Separating the false lumen from the true lumen is a layer of intimal tissue. This tissue is known as the intimal flap. As blood flows down the false lumen, it may cause secondary tears in the intima. Through these secondary tears, the blood can re-enter the true lumen.
Causes
Age related changes due to atherosclerosis and hypertension are associated with spontaneous dissection, while blunt trauma injury and sudden deceleration in a motor vehicle accident is a major cause of aortic dissection.
Other risk factors and conditions associated with the development of aortic dissection include:
- Aging
- Bicuspid aortic valve
- Chest trauma
- Coarctation of the aorta
- Connective tissue disorders
- Ehlers-Danlos syndrome
- Heart surgery or procedures
- Marfan syndrome
- Third trimester of pregnancy
- Pseudoxanthoma elasticum
- Tertiary syphilis
- Turner's syndrome
- Vascular inflammation due to conditions such as arteritis and syphilis
Differentiating Aortic Dissection from other Diseases
Aortic dissection is a life threatening entity that must be distinguished from other life threatening entities such as cardiac tamponade, cardiogenic shock, myocardial infarction, and pulmonary embolism. An aortic aneurysm is not synonymous with aortic dissection. Aneurysms are defined as a localized permanent dilation of the aorta to a diameter > 50% of normal. Other disorders that aortic dissection should be differentiated from include the following:
- Aortic Regurgitation
- Aortic Stenosis
- Cardiac Tamponade
- Cardiogenic Shock
- Gastroenteritis
- Hemorrhagic Shock
- Hernias
- Hypertensive Emergencies
- Hypovolemic Shock
- Mechanical Back Pain
- Myocardial Infarction
- Myocarditis
- Myopathies
- Pancreatitis
- Pericarditis
- Peripheral Vascular Injuries
- Pleural Effusion
- Pulmonary Embolism
- Thoracic Outlet Syndrome
Epidemiology and Demographics
There are approximately 2,000 cases of aortic dissection in the US per year, and aortic dissection accounts for 3-4% of sudden deaths. The peak incidence is in the sixth and seventh decades, and males predominate 2:1.
Risk Factors
- Aging. The highest incidence of aortic dissection is in individuals who are 50 to 70 years old.
- Atherosclerosis and its associated risk factors like diabetes
- Bicuspid aortic valve is present in approximately 7%-14% of patients. These individuals are prone to dissection in the ascending aorta. The risk of dissection in individuals with bicuspid aortic valve is not associated with the degree of stenosis of the valve.

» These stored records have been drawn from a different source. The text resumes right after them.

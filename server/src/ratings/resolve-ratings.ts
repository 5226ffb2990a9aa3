/**
 * Resolution of a part's ratings, value by value, in this order of precedence:
 *
 * 1. a `*@ rate` directive naming the instance;
 * 2. a `*@ rate` directive naming its model;
 * 3. a workspace parts file entry for the model name (first file, first entry wins);
 * 4. the built-in catalog, by model name;
 * 5. `.model … BV=` as VRRM, said so in the origin's note.
 *
 * A source higher up overrides one lower down key by key, so `*@ rate D1 ifsm=50A` on a 1N4007
 * keeps the catalog's VRRM. Among directives for one target, the later one in reading order wins.
 * IFSM and its duration travel together: the duration always comes from the source of the IFSM.
 */
import type { Directive, RateDirective, RatingEntry, Span } from '../../../grammar/src/index';
import { findCatalogDiode, DIODE_CATALOG } from './diode-catalog';
import type { CatalogDiode } from './diode-catalog';
import { fitForwardModel } from './forward-model';
import type { ModelInput } from './model-input';
import type { PartsFile } from './parts-file-format';
import { partsEntryRatings, findPartsEntry } from './parts-file-ratings';
import { BV_FALLBACK_NOTE, DEFAULT_IFSM_DURATION_ORIGIN, DEFAULT_IFSM_DURATION_S } from './rating-origin';
import type { ForwardModel, PartKind, PartRatings, Rated, RatingsOf } from './rating-records';
import { ratingFieldFor } from './rating-fields';

/** A directive with the file it came from (the circuit layer's `PlacedDirective` fits). */
export interface PlacedDirectiveInput {
  uri: string;
  directive: Directive;
}

/** Everything ratings may come from; plain data the adapter has already read. */
export interface RatingSources {
  /** Every directive of every file, in reading order (non-`rate` ones are skipped). */
  directives: readonly PlacedDirectiveInput[];
  /** Validated workspace parts files, in precedence order. */
  partsFiles?: readonly PartsFile[];
  /** Defaults to the built-in {@link DIODE_CATALOG}. */
  catalog?: readonly CatalogDiode[];
}

/** The part whose ratings are wanted. */
export interface RatingQuery<K extends PartKind = PartKind> {
  kind: K;
  /** Instance name as the netlist knows it (`D1`, or `X1.D3` for a flattened element). */
  instanceName?: string;
  /** Model (or, for a controller, subcircuit) name, when there is no model record to pass. */
  modelName?: string;
  /** The element's `.model`, for its name and the BV fallback. */
  model?: ModelInput;
}

/** A `rate` entry that cannot apply to the part it names. */
export interface RatingProblem {
  uri: string;
  span: Span;
  message: string;
}

export interface ResolvedRatings<K extends PartKind = PartKind> {
  ratings: RatingsOf<K>;
  /** For a diode: a SPICE model fitted to the resolved forward points, if there are enough. */
  forwardModel?: ForwardModel;
  problems: RatingProblem[];
}

/**
 * Prepares the sources once (an index of rate directives by lowercase target) and returns a
 * resolver to call per part. Use this when resolving every device of a netlist.
 */
export function createRatingResolver(sources: RatingSources): <K extends PartKind>(query: RatingQuery<K>) => ResolvedRatings<K> {
  const byTarget = new Map<string, { uri: string; directive: RateDirective }[]>();
  for (const placed of sources.directives) {
    const d = placed.directive;
    if (d.keyword !== 'rate' || !d.target) continue;
    const key = d.target.text.toLowerCase();
    byTarget.set(key, [...(byTarget.get(key) ?? []), { uri: placed.uri, directive: d }]);
  }
  const catalog = sources.catalog ?? DIODE_CATALOG;
  const files = sources.partsFiles ?? [];
  return <K extends PartKind>(query: RatingQuery<K>): ResolvedRatings<K> => {
    const problems: RatingProblem[] = [];
    const modelName = query.model?.name ?? query.modelName;
    const layers: Partial<PartRatings>[] = [];
    const fromDirectives = (name: string | undefined, target: 'instance' | 'model'): void => {
      const placed = name === undefined ? [] : (byTarget.get(name.toLowerCase()) ?? []);
      // Later directives win, so they are layered first.
      for (const p of [...placed].reverse()) layers.push(directiveLayer(query.kind, p.uri, p.directive, target, problems));
    };
    fromDirectives(query.instanceName, 'instance');
    fromDirectives(modelName, 'model');
    const entry = modelName === undefined ? undefined : findPartsEntry(files, query.kind, modelName);
    if (entry) layers.push(partsEntryRatings(entry.file, entry.entry));
    const catalogEntry = query.kind === 'diode' && modelName !== undefined ? findCatalogDiode(modelName, catalog) : undefined;
    if (catalogEntry) layers.push(catalogEntry.ratings);
    if (query.kind === 'diode' && query.model) layers.push(modelLayer(query.model));
    const ratings = mergeLayers(query.kind, layers) as RatingsOf<K>;
    return { ratings, forwardModel: suggestForwardModel(ratings), problems };
  };
}

/** Resolves one part's ratings. For many parts, {@link createRatingResolver} indexes once. */
export function resolveRatings<K extends PartKind>(query: RatingQuery<K>, sources: RatingSources): ResolvedRatings<K> {
  return createRatingResolver(sources)(query);
}

function directiveLayer(kind: PartKind, uri: string, d: RateDirective, target: 'instance' | 'model', problems: RatingProblem[]): Partial<PartRatings> {
  const layer: Record<string, Rated<unknown>> = {};
  const targetName = d.target?.text ?? '';
  for (const entry of d.entries) {
    const field = ratingFieldFor(kind, entry.key);
    if (!field) {
      problems.push({ uri, span: entry.span, message: `${entry.key} does not apply to a ${kind}; it is ignored` });
      continue;
    }
    const origin = { kind: 'rate-directive' as const, target, targetName, uri, span: entry.span };
    if (entry.key === 'iq' && entry.points) {
      layer.iqPoints = { value: entry.points, origin };
      continue;
    }
    const value = entryValue(entry);
    if (value === undefined) continue;
    layer[field] = { value, origin };
    if (entry.key === 'ifsm' && entry.durationS !== undefined) layer.ifsmDurationS = { value: entry.durationS, origin };
  }
  return layer as Partial<PartRatings>;
}

function entryValue(entry: RatingEntry): unknown {
  if (entry.key === 'vf') return entry.points && entry.points.length > 0 ? entry.points : undefined;
  if (entry.range) return entry.range;
  if (entry.key === 'endurance') return entry.value === undefined || entry.atC === undefined ? undefined : { hours: entry.value, atC: entry.atC };
  return entry.value;
}

function modelLayer(model: ModelInput): Partial<PartRatings> {
  const bv = model.params.bv;
  if (!(bv !== undefined && bv > 0 && Number.isFinite(bv))) return {};
  const span = model.paramSpans?.bv ?? model.span;
  return {
    kind: 'diode',
    vrrmV: { value: bv, origin: { kind: 'model-param', param: 'bv', modelName: model.name, uri: model.uri, span, note: BV_FALLBACK_NOTE } },
  };
}

/** First layer that has a field wins; IFSM's duration follows the layer that gave IFSM. */
function mergeLayers(kind: PartKind, layers: readonly Partial<PartRatings>[]): PartRatings {
  const merged: Record<string, unknown> = { kind };
  for (const layer of layers) {
    for (const [field, rated] of Object.entries(layer)) {
      if (field === 'kind' || field === 'ifsmDurationS' || rated === undefined || field in merged) continue;
      merged[field] = rated;
      if (field === 'ifsmA') merged.ifsmDurationS = (layer as { ifsmDurationS?: Rated<number> }).ifsmDurationS;
    }
  }
  if (kind === 'diode' && merged.ifsmA && !merged.ifsmDurationS) {
    merged.ifsmDurationS = { value: DEFAULT_IFSM_DURATION_S, origin: DEFAULT_IFSM_DURATION_ORIGIN };
  }
  return merged as unknown as PartRatings;
}

function suggestForwardModel(ratings: PartRatings): ForwardModel | undefined {
  if (ratings.kind !== 'diode' || !ratings.vfPoints) return undefined;
  const technology = ratings.technology?.value ?? 'silicon';
  return fitForwardModel(ratings.vfPoints.value, technology, 'fitted by Rectilens to the resolved vf points');
}
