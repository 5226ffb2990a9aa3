/**
 * Which `*@ rate` key fills which field of which part's record. The keys are the IEC 60747 /
 * JEDEC symbols of DESIGN.md §3; `cost` applies to any part.
 */
import type { RatingKey } from '../../../grammar/src/index';
import type { PartKind } from './rating-records';

/** Rating keys by part kind, mapped to the record field they fill. */
export const RATING_FIELDS: Readonly<Record<PartKind, Readonly<Partial<Record<RatingKey, string>>>>> = {
  diode: { vrrm: 'vrrmV', ifav: 'ifavA', ifsm: 'ifsmA', tjmax: 'tjmaxC', rthja: 'rthjaKPerW', vf: 'vfPoints', vfspread: 'vfSpreadV', cost: 'cost' },
  mosfet: { vds: 'vdsV', id: 'idA', rdson: 'rdsonOhm', tjmax: 'tjmaxC', rthja: 'rthjaKPerW', vsd: 'vsdV', cost: 'cost' },
  capacitor: { vrated: 'vratedV', iripple: 'iRippleA', esr: 'esrOhm', tol: 'capTolerance', life: 'capLifeLoss', esrlife: 'esrLifeFactor', endurance: 'endurance', rth: 'rthKPerW', cost: 'cost' },
  controller: { vmin: 'vminV', iq: 'iqA', cost: 'cost', vmax: 'vmaxV' },
};

/** The record field a rating key fills for a part kind, or undefined when it does not apply. */
export function ratingFieldFor(kind: PartKind, key: RatingKey): string | undefined {
  return RATING_FIELDS[kind][key];
}

/** The rating keys a part kind accepts, for completion and for `rate` templates. */
export function ratingKeysFor(kind: PartKind): RatingKey[] {
  return Object.keys(RATING_FIELDS[kind]) as RatingKey[];
}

- Chest trauma. Chest trauma leading to aortic dissection can be divided into two groups based on etiology: blunt chest trauma (commonly seen in car accidents) and iatrogenic. Iatrogenic causes include trauma during cardiac catheterization or due to an intra-aortic balloon pump.
- Cocaine abuse
- Coarctation of the aorta
- Cystic medial necrosis
- Deceleration trauma most commonly causes aortic rupture, not dissection
- Ehlers-Danlos syndrome
- Giant cell arteritis
- Heart surgery particularly aortic valve replacement; 18% of individuals who present with an acute aortic dissection have a history of open heart surgery. Individuals who have undergone aortic valve replacement for aortic insufficiency are at particularly high risk. This is because aortic insufficiency causes increased blood flow in the ascending aorta. This can cause dilatation and weakening of the walls of the ascending aorta.

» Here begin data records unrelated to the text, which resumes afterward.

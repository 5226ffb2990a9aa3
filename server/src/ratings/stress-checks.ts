/**
 * The one implementation of "does this part pass every stress rule": a device's worst-case
 * figures against its ratings under the derating policy, one verdict per stress. The rules report
 * the verdicts, the quick fixes and part selection keep a part only when every verdict passes,
 * the `rate` templates and the minimum ratings of a replacement invert the same table, and the
 * topology comparison picks its catalog parts with it.
 *
 * Severity: beyond the rating itself the part is outside what its maker guarantees (error);
 * beyond only the policy's fraction it lacks the margin the policy asks for (warning). The surge
 * is judged twice (REFERENCES.md §5, D): its peak against IFSM, and its ∫i²dt against the
 * rating's I²t over the rated pulse, IFSM²·t_rated/2 (a half-sine of t_rated, 8.3 ms unless the
 * part says otherwise). The policy's `ifsm` fraction applies to the current, so to the I²t
 * squared. Whichever uses more of its rating, compared as currents (the peak, and the half-sine
 * peak √(2·I²t/t_rated) of the same I²t), binds. An I²t beyond the rating's is an error (energy
 * the part is not rated to absorb); a peak beyond IFSM with the I²t inside is a warning (a short
 * spike: holding its peak to IFSM is the conservative common practice). The junction is held to
 * `junctionLimitC` of the policy; beyond Tjmax itself is an error.
 */
import { junctionLimitC, type DeratingPolicy } from './derating-policy';
import { DEFAULT_IFSM_DURATION_S } from './rating-origin';
import type { DiodeRatings, MosfetRatings } from './rating-records';
import { equivalentSurgeA, halfSineI2tA2s } from './surge-rating';

export type StressKind = 'reverse-voltage' | 'vds' | 'average-current' | 'drain-current' | 'surge' | 'junction-temperature';

/** A worst-case figure: its value (and, from the solver, the corner that gave it). */
export interface StressFigure {
  value: number;
}

/** A device's worst-case figures, as the solver's `DeviceFigures` carry them. */
export interface StressInputs {
  worst?: {
    pivV?: StressFigure;
    iavgA?: StressFigure;
    irmsA?: StressFigure;
    tjC?: StressFigure;
    thermalRunaway?: boolean;
  };
  /**
   * The switch-on surge: its I²t over the half-cycle `durationS`, its peak (`figureA` when no
   * `peakA` is given: a half-sine pulse) and the figure that picked its worst case.
   */
  surge?: { i2tA2s: number; figureA: number; durationS: number; peakA?: number };
  /** Without a thermal resistance the junction is only the ambient and is not judged. */
  rthjaKPerW?: number;
}

/**
 * `pass`, or how it fails: `warning`/`error` (see the file comment), `unrated` when the part
 * states no rating for a stress it sees, `runaway` when its junction temperature does not settle.
 */
export type StressStatus = 'pass' | 'warning' | 'error' | 'unrated' | 'runaway';

export interface StressVerdict {
  stress: StressKind;
  status: StressStatus;
  /** The figure judged (PIV, average or RMS current, surge figure, junction temperature). */
  figure: number;
  /** The rating it is held against (IFSM converted to the surge's length); absent when unrated. */
  rating?: number;
  /** The largest figure the policy allows; absent when unrated. */
  limit?: number;
  /** `limit − figure`: the room left, negative beyond the policy. */
  margin?: number;
  /** Surges only: the I²t the rating allows, IFSM²·t_rated/2. */
  ratedI2tA2s?: number;
  /** Surges only: the two comparisons and which binds. */
  surge?: SurgeJudgement;
}

/** A surge held against IFSM by its peak and against the rated I²t by its ∫i²dt. */
export interface SurgeJudgement {
  peakA: number;
  ifsmA: number;
  /** The pulse length IFSM is rated for. */
  ratedS: number;
  i2tA2s: number;
  ratedI2tA2s: number;
  /** peak / IFSM. */
  peakShare: number;
  /** I²t / rated I²t. */
  i2tShare: number;
  /** The comparison that uses more of its rating, as currents (peak/IFSM against √(I²t share)). */
  binding: 'peak' | 'i2t';
}

type Ratings = DiodeRatings | MosfetRatings;

/** The stresses held as a fraction of one rating: figure ≤ fraction × rating. */
const RATIO_STRESSES: readonly {
  stress: StressKind;
  kind: Ratings['kind'];
  figure: (w: NonNullable<StressInputs['worst']>) => StressFigure | undefined;
  rating: (r: Ratings) => number | undefined;
  fraction: (p: DeratingPolicy) => number;
}[] = [
  { stress: 'reverse-voltage', kind: 'diode', figure: (w) => w.pivV, rating: (r) => (r.kind === 'diode' ? r.vrrmV?.value : undefined), fraction: (p) => p.vr.value },
  { stress: 'vds', kind: 'mosfet', figure: (w) => w.pivV, rating: (r) => (r.kind === 'mosfet' ? r.vdsV?.value : undefined), fraction: (p) => p.vds.value },
  { stress: 'average-current', kind: 'diode', figure: (w) => w.iavgA, rating: (r) => (r.kind === 'diode' ? r.ifavA?.value : undefined), fraction: (p) => p.if.value },
  // ID is a continuous rating, so the RMS current (what heats the channel) is held to it (common practice).
  { stress: 'drain-current', kind: 'mosfet', figure: (w) => w.irmsA, rating: (r) => (r.kind === 'mosfet' ? r.idA?.value : undefined), fraction: (p) => p.id.value },
];

/** Every stress the device sees, judged. A stress without a figure (not computed) has no verdict. */
export function stressVerdicts(inputs: StressInputs, ratings: Ratings, policy: DeratingPolicy): StressVerdict[] {
  const verdicts: StressVerdict[] = [];
  const worst = inputs.worst ?? {};
  for (const s of RATIO_STRESSES) {
    const figure = s.figure(worst)?.value;
    if (s.kind === ratings.kind && figure !== undefined) verdicts.push(ratioVerdict(s.stress, figure, s.rating(ratings), s.fraction(policy)));
  }
  if (ratings.kind === 'diode' && inputs.surge) verdicts.push(surgeVerdict(inputs.surge, ratings, policy));
  const junction = junctionVerdict(inputs, ratings, policy);
  if (junction) verdicts.push(junction);
  return verdicts;
}

/** The verdict of one stress, when the device sees it. */
export function stressVerdict(kind: StressKind, inputs: StressInputs, ratings: Ratings, policy: DeratingPolicy): StressVerdict | undefined {
  return stressVerdicts(inputs, ratings, policy).find((v) => v.stress === kind);
}

/**
 * Whether the part passes every stress rule: figures to judge, and each verdict `pass` (an
 * unrated stress fails: a fix must not guess).
 */
export function passesEveryStress(inputs: StressInputs, ratings: Ratings, policy: DeratingPolicy): boolean {
  return inputs.worst !== undefined && stressVerdicts(inputs, ratings, policy).every((v) => v.status === 'pass');
}

/** Severity of a figure held to `fraction` of `rating`: error beyond the rating, warning beyond the fraction. */
export function ratioSeverity(figure: number, rating: number, fraction: number): 'error' | 'warning' | undefined {
  if (figure > rating) return 'error';
  if (figure > rating * fraction) return 'warning';
  return undefined;
}

/**
 * The least rating that passes each ratio stress, and the least surge a replacement's IFSM must
 * cover: the same table inverted (figure / fraction). Keys are the rating fields.
 */
export function leastPassingRatings(inputs: StressInputs, policy: DeratingPolicy): {
  vrrmV?: number; vdsV?: number; ifavA?: number; idA?: number; surge?: { peakA: number; i2tA2s: number; durationS: number };
} {
  const worst = inputs.worst ?? {};
  const out: ReturnType<typeof leastPassingRatings> = {};
  const fields = { 'reverse-voltage': 'vrrmV', vds: 'vdsV', 'average-current': 'ifavA', 'drain-current': 'idA' } as const;
  for (const s of RATIO_STRESSES) {
    const figure = s.figure(worst)?.value;
    const field = fields[s.stress as keyof typeof fields];
    if (figure !== undefined) out[field] = figure / s.fraction(policy);
  }
  const f = policy.ifsm.value;
  if (inputs.surge) out.surge = { peakA: surgePeakA(inputs.surge) / f, i2tA2s: inputs.surge.i2tA2s / (f * f), durationS: inputs.surge.durationS };
  return out;
}

/** A half-sine pulse as surge inputs: its figure is its peak, its I²t Ip²·t/2 (or `i2tA2s` when given). */
export function halfSineSurge(peakA: number, durationS: number, i2tA2s = halfSineI2tA2s(peakA, durationS)): NonNullable<StressInputs['surge']> {
  return { figureA: peakA, peakA, i2tA2s, durationS };
}

/** The least IFSM, rated for `ratedS`, whose peak and I²t both cover a surge: max(peak, √(2·I²t/t_rated)). */
export function leastIfsmA(surge: { peakA: number; i2tA2s: number }, ratedS: number): number {
  return Math.max(surge.peakA, Math.sqrt((2 * surge.i2tA2s) / ratedS));
}

/** The IFSM rating converted to a pulse length at equal I²t, with the I²t it allows; undefined without an IFSM. */
export function surgeCapability(ratings: DiodeRatings, durationS: number): { ifsmA: number; ratedS: number; equivalentA: number; i2tA2s: number } | undefined {
  const ifsmA = ratings.ifsmA?.value;
  if (ifsmA === undefined) return undefined;
  const ratedS = ratings.ifsmDurationS?.value ?? DEFAULT_IFSM_DURATION_S;
  return { ifsmA, ratedS, equivalentA: equivalentSurgeA(ifsmA, ratedS, durationS), i2tA2s: halfSineI2tA2s(ifsmA, ratedS) };
}

function ratioVerdict(stress: StressKind, figure: number, rating: number | undefined, fraction: number): StressVerdict {
  if (rating === undefined) return { stress, status: 'unrated', figure };
  const limit = rating * fraction;
  return { stress, status: ratioSeverity(figure, rating, fraction) ?? 'pass', figure, rating, limit, margin: limit - figure };
}

function surgePeakA(surge: NonNullable<StressInputs['surge']>): number {
  return surge.peakA ?? surge.figureA;
}

/**
 * The surge's verdict. Its figure is the binding comparison as a current, max(peak, √(2·I²t/t_rated)),
 * held to IFSM times the policy's fraction.
 */
function surgeVerdict(surge: NonNullable<StressInputs['surge']>, ratings: DiodeRatings, policy: DeratingPolicy): StressVerdict {
  const capability = surgeCapability(ratings, surge.durationS);
  const peakA = surgePeakA(surge);
  if (!capability) return { stress: 'surge', status: 'unrated', figure: peakA };
  const { ifsmA, ratedS, i2tA2s: ratedI2tA2s } = capability;
  const peakShare = peakA / ifsmA;
  // The I²t's share as a current first (√(2·I²t/t_rated)/IFSM), so a tiny IFSM's squared rating cannot underflow the comparison.
  const equivalentShare = Math.sqrt((2 * surge.i2tA2s) / ratedS) / ifsmA;
  const i2tShare = equivalentShare ** 2;
  const figure = leastIfsmA({ peakA, i2tA2s: surge.i2tA2s }, ratedS);
  const limit = ifsmA * policy.ifsm.value;
  const status = surge.i2tA2s > ratedI2tA2s ? 'error' : figure > limit ? 'warning' : 'pass';
  const judgement: SurgeJudgement = {
    peakA, ifsmA, ratedS, i2tA2s: surge.i2tA2s, ratedI2tA2s, peakShare, i2tShare, binding: peakShare >= equivalentShare ? 'peak' : 'i2t',
  };
  return { stress: 'surge', status, figure, rating: ifsmA, limit, margin: limit - figure, ratedI2tA2s, surge: judgement };
}

function junctionVerdict(inputs: StressInputs, ratings: Ratings, policy: DeratingPolicy): StressVerdict | undefined {
  const tjC = inputs.worst?.tjC?.value;
  if (inputs.worst?.thermalRunaway) return { stress: 'junction-temperature', status: 'runaway', figure: tjC ?? Infinity };
  if (tjC === undefined || inputs.rthjaKPerW === undefined) return undefined;
  const tjmaxC = ratings.tjmaxC?.value;
  const limit = junctionLimitC(policy.tj.value, tjmaxC);
  const status = tjmaxC !== undefined && tjC > tjmaxC ? 'error' : tjC > limit ? 'warning' : 'pass';
  const verdict: StressVerdict = { stress: 'junction-temperature', status, figure: tjC, limit, margin: limit - tjC };
  if (tjmaxC !== undefined) verdict.rating = tjmaxC;
  return verdict;
}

- Hypertension is seen in 71-86% of patients. It occurs most frequently in those with type III dissection.
- Male gender. The incidence is twice as high in males as in females (male-to-female ratio is 2:1).
- Marfan’s syndrome is present in 5%-9% of patients. In this subset, there is an increased incidence in young individuals. Individuals with Marfan syndrome patients are more prone to proximal dissections of the aorta.
- Pseudoxanthoma elasticum
- Turner's syndrome. Turner syndrome increases the risk of aortic dissection as a result of aortic root dilatation[3].
- Tertiary syphilis
- Third trimester of pregnancy. Half of dissections in females before age 40 occur during pregnancy (typically in the 3rd trimester or early postpartum period).
- Vasculitis (inflammation of an artery) is rarely associated with aortic dissection.
Natural History
If the patient remains untreated, the mortality is:
- 1% per hour during the first day
- 75% at 2 weeks
- 90% at 1 year
Complications
The complications of aortic dissection include:
Cardiac
- Aortic rupture leading to massive blood loss, hypotension and shock often resulting in death. Indeed, aortic dissection accounts for 3-4% of sudden deaths.
- Pericardial tamponade due to extension of the dissection into the pericardium
- Acute aortic regurgitationdue to the aortic dilation and dissection into the valve structure which can then cause acute pulmonary edema
- Myocardial ischemia or myocardial infarction due to dissection into either the right or left coronary ostium (but most commonly the right coronary artery)
- Redissection and aortic diameter enlargement
- Aneurysmal dilatation and saccular aneurysm chronically
Kidney
- Mesenteric and renal ischemia due to dissection into the ostium of the parent vessels which can lead to hematuria, renal infarction, acute renal failure, or visceral ischemia
Peripheral Arterial
- Claudication due to an extension of the dissection into the iliac arteries
Neurologic
- Ischemic cerebrovascular accident (CVA) due to dissection into the head vessels
- Hemiplegia due to dissection into the spinal arteries
- Hemianesthesia due to dissection into the spinal arteries
Compression of Nearby Organs
- Swelling of the neck and face (compression of the superior vena cava or Superior vena cava syndrome)
- Horner syndrome (compression of the superior cervical ganglia)
- Dysphagia (compression of the esophagus)
- Stridor and wheezing (compression of the airway)
- Hemoptysis (compression of and erosion into the bronchus)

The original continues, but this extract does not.